With Div the first operand needs to be parenthesized if it's Add or Sub and the second always needs to be parenthesized (unless it's an Int or Float, of course).
First, define a list of priority levels for your operators:
module Prio = struct
let div = 4
let mul = 3
let sub = 2
let add = 1
end
An useful construct is "wrap in brackets if this condition is true" :
let wrap_if c str = if c then "("^str^")" else str
Finally, define an auxiliary printing function which is provided with a "priority" argument meaning "by the way, you're wrapped in an expression which has priority X, so protect your output accordingly":
let dump e =
let rec aux prio = function
| Int a -> string_of_int a
| Float a -> string_of_float a
| Add (e1,e2) ->
wrap_if (prio > Prio.add) (aux Prio.add e1 ^ "+" ^ aux Prio.add e2)
| Sub (e1,e2) ->
wrap_if (prio > Prio.add) (aux Prio.add e1 ^ "-" ^ aux Prio.sub e2)
| Mult (e1,e2) ->
wrap_if (prio > Prio.mul) (aux Prio.mul e1 ^ "*" ^ aux Prio.mul e2)
| Div (e1,e2) ->
wrap_if (prio > Prio.mul) (aux Prio.mul e1 ^ "/" ^ aux Prio.div e2)
in aux Prio.add e
;;
It sounds to me like you want to build some set of reduction rules which can be applied to yield the "prettified" or most-reduced form of your expressions, based on order of operations and e.g. commutativity, associativity, etc. For instance (a + a) => a + a, (a * b) + c => a * b + c and so on.

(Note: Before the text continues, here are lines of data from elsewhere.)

/**
 * Hands for every item by a beam search over both hands at once, each hand remembered by the key it
 * last played. A move within a hand costs the model's cheapest pair of fingers for it under the
 * performance weights (PERFORMANCE_WEIGHTS: a leap beyond reach is dear, not impossible), at most
 * RESTED_MOVE_POINTS for a hand that rested, plus its travel; handoffs, hand over hand, split chords
 * and sides of middle C add the points above.
 */
function chooseOptions(notes: LineItem[], options: ItemOption[][], model: CostModel): number[] {
  const n = options.length
  const flat = flatten(options)
  const lowest = notes.map(item => itemPitchesLowToHigh(item)[0]!)
  // Each layer: the kept states' last flat index of each hand (−1 before its first note), cost, parent and option.
  const parents = new Int32Array(n * BEAM)
  const chosenOption = new Int8Array(n * BEAM)
  let right = new Int32Array(BEAM)
  let left = new Int32Array(BEAM)
  let cost = new Float64Array(BEAM)
  let size = 1
  right[0] = -1
  left[0] = -1
  const width = BEAM * MAX_OPTIONS
  const candRight = new Int32Array(width)
  const candLeft = new Int32Array(width)
  const candCost = new Float64Array(width)
  const candParent = new Int32Array(width)
  const candOption = new Int8Array(width)
  const sorted = new Float64Array(width)
  const handCost = (h: 0 | 1, from: number, at: number, other: number, rested: boolean): number => {
    const k = flat.key[h][at]!
    if (from < 0) return TRAVEL_POINTS * Math.abs(k - HOME_KEY)
    const fromK = flat.key[h][from]!
    const step = fromK === k ? 0 : moveCost(model, fromK, k)
    let points = (rested ? Math.min(step, RESTED_MOVE_POINTS) : step) + TRAVEL_POINTS * Math.abs(k - fromK)
    if (other >= 0) {
      // Hand over hand: the right hand moving below the left's last note, or the left above the right's.
      const otherPitch = flat.pitch[1 - h]![other]!
      const side = h === 0 ? 1 : -1
      if (side * (flat.pitch[h][from]! - otherPitch) >= 0 && side * (flat.pitch[h][at]! - otherPitch) < 0) points += CROSS_OVER_POINTS
    }
    return points
  }
  const stride = n * MAX_OPTIONS + 1
  // The candidates of one item by their key, in a small open-addressing table stamped with the item.
  const slots = 4 * width
  const slotKey = new Int32Array(slots)
  const slotCandidate = new Int32Array(slots)
  const slotStamp = new Int32Array(slots).fill(-1)
  let nextRight = new Int32Array(BEAM)
  let nextLeft = new Int32Array(BEAM)
  let nextCost = new Float64Array(BEAM)
  for (let i = 0; i < n; i++) {
    const previous = (i - 1) * MAX_OPTIONS
    let count = 0
    for (let s = 0; s < size; s++) {
      const r = right[s]!
      const l = left[s]!
      const rightJust = i > 0 && r >= previous
      const leftJust = i > 0 && l >= previous
      for (let c = 0; c < flat.count[i]!; c++) {
        const at = i * MAX_OPTIONS + c
        const playsRight = flat.key[0][at]! >= 0
        const playsLeft = flat.key[1][at]! >= 0
        let points = cost[s]! + flat.own[at]!
        if (playsRight) points += handCost(0, r, at, l, !rightJust)
        if (playsLeft) points += handCost(1, l, at, r, !leftJust)
        const handoff = (playsRight && !playsLeft && leftJust && !rightJust) || (playsLeft && !playsRight && rightJust && !leftJust)
        if (handoff && Math.abs(lowest[i]! - lowest[i - 1]!) < HANDOFF_FREE_LEAP) points += HANDOFF_POINTS
        const nr = playsRight ? at : r
        const nl = playsLeft ? at : l
        // The same hands' places reached twice: keep the cheaper way.
        // One hand is at this item (option c); the state is told apart by the other's place (a small integer key).
        const other = playsRight && playsLeft ? -1 : playsRight ? nl : nr
        const id = ((playsRight ? 1 : 0) + (playsLeft ? 2 : 0) + 4 * c) * stride + other + 1
        let slot = id % slots
        while (slotStamp[slot] === i && slotKey[slot] !== id) slot = (slot + 1) % slots
        const same = slotStamp[slot] === i ? slotCandidate[slot]! : -1
        if (same >= 0 && candCost[same]! <= points) continue
        const into = same >= 0 ? same : count++
        if (same < 0) {
          slotStamp[slot] = i
          slotKey[slot] = id
          slotCandidate[slot] = into
        }
        candRight[into] = nr
        candLeft[into] = nl
        candCost[into] = points
        candParent[into] = s
        candOption[into] = c
      }
    }
    // The BEAM cheapest candidates, in their own order.
    let limit = Infinity
    if (count > BEAM) {
      sorted.set(candCost.subarray(0, count))
      limit = sorted.subarray(0, count).sort()[BEAM - 1]!
    }
    size = 0
    for (let j = 0; j < count && size < BEAM; j++) {
      if (candCost[j]! > limit) continue
      nextRight[size] = candRight[j]!
      nextLeft[size] = candLeft[j]!
      nextCost[size] = candCost[j]!
      parents[i * BEAM + size] = candParent[j]!
      chosenOption[i * BEAM + size] = candOption[j]!
      size++
    }
    const swapRight = right
    right = nextRight
    nextRight = swapRight
    const swapLeft = left
    left = nextLeft
    nextLeft = swapLeft
    const swapCost = cost
    cost = nextCost
    nextCost = swapCost
  }
  let index = 0
  for (let s = 1; s < size; s++) if (cost[s]! < cost[index]!) index = s
  const chosen = new Array<number>(n)
  for (let i = n - 1; i >= 0; i--) {
    chosen[i] = chosenOption[i * BEAM + index]!
    index = parents[i * BEAM + index]!
  }
  return chosen
}
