import "server-only";
/** Failed sign-in attempts within the throttling window (lib/auth/rate-limit.ts has the rules). */
import { db, writeTransaction } from "../knex";

/** "pair" is one account from one address; "account" rows are no longer written (kept for old rows). */
type SignInScope = "account" | "address" | "pair";
type SignInSubject = { scope: SignInScope; subject: string };

/** Times (ms) of the failures after `since` for each of the given subjects, oldest first. */
export async function fetchSignInFailureTimes(subjects: SignInSubject[], since: Date): Promise<Record<SignInScope, number[]>> {
  const out: Record<SignInScope, number[]> = { account: [], address: [], pair: [] };
  if (!subjects.length) return out;
  const rows = (await db("sign_in_failures")
    .where("failed_at", ">", since)
    .andWhere((q) => {
      for (const s of subjects) q.orWhere({ scope: s.scope, subject: s.subject });
    })
    .orderBy("failed_at")
    .select("scope", "failed_at")) as { scope: SignInScope; failed_at: Date }[];
  for (const r of rows) out[r.scope].push(new Date(r.failed_at).getTime());
  return out;
}

/** Records one failure for each subject and forgets failures older than `forgetBefore`. */
export async function insertSignInFailures(subjects: SignInSubject[], at: Date, forgetBefore: Date): Promise<void> {
  await writeTransaction(async (tx) => {
    await tx("sign_in_failures").insert(subjects.map((s) => ({ scope: s.scope, subject: s.subject, failed_at: at })));
    await tx("sign_in_failures").where("failed_at", "<", forgetBefore).del();
  });
}

export async function deleteSignInFailures(scope: SignInScope, subject: string): Promise<void> {
  await db("sign_in_failures").where({ scope, subject }).del();
}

A rather simple and yet rather generic answer (works for other syntaxes than mathematical expressions) : pick precedences (and, if you're picky, associativities) for your constructors, and only add parentheses when a subterm constructor has lower precedence than the current constructor.
More precisely : when you want to print a constructor C(x1,x2,x3..), you look at the head constructor of each xi (if x1 is D(y1,y2..), its head constructor is D), compare the precedence levels of C and D. If the precendence of D is lower, you add parenthesis around the string representation of x2.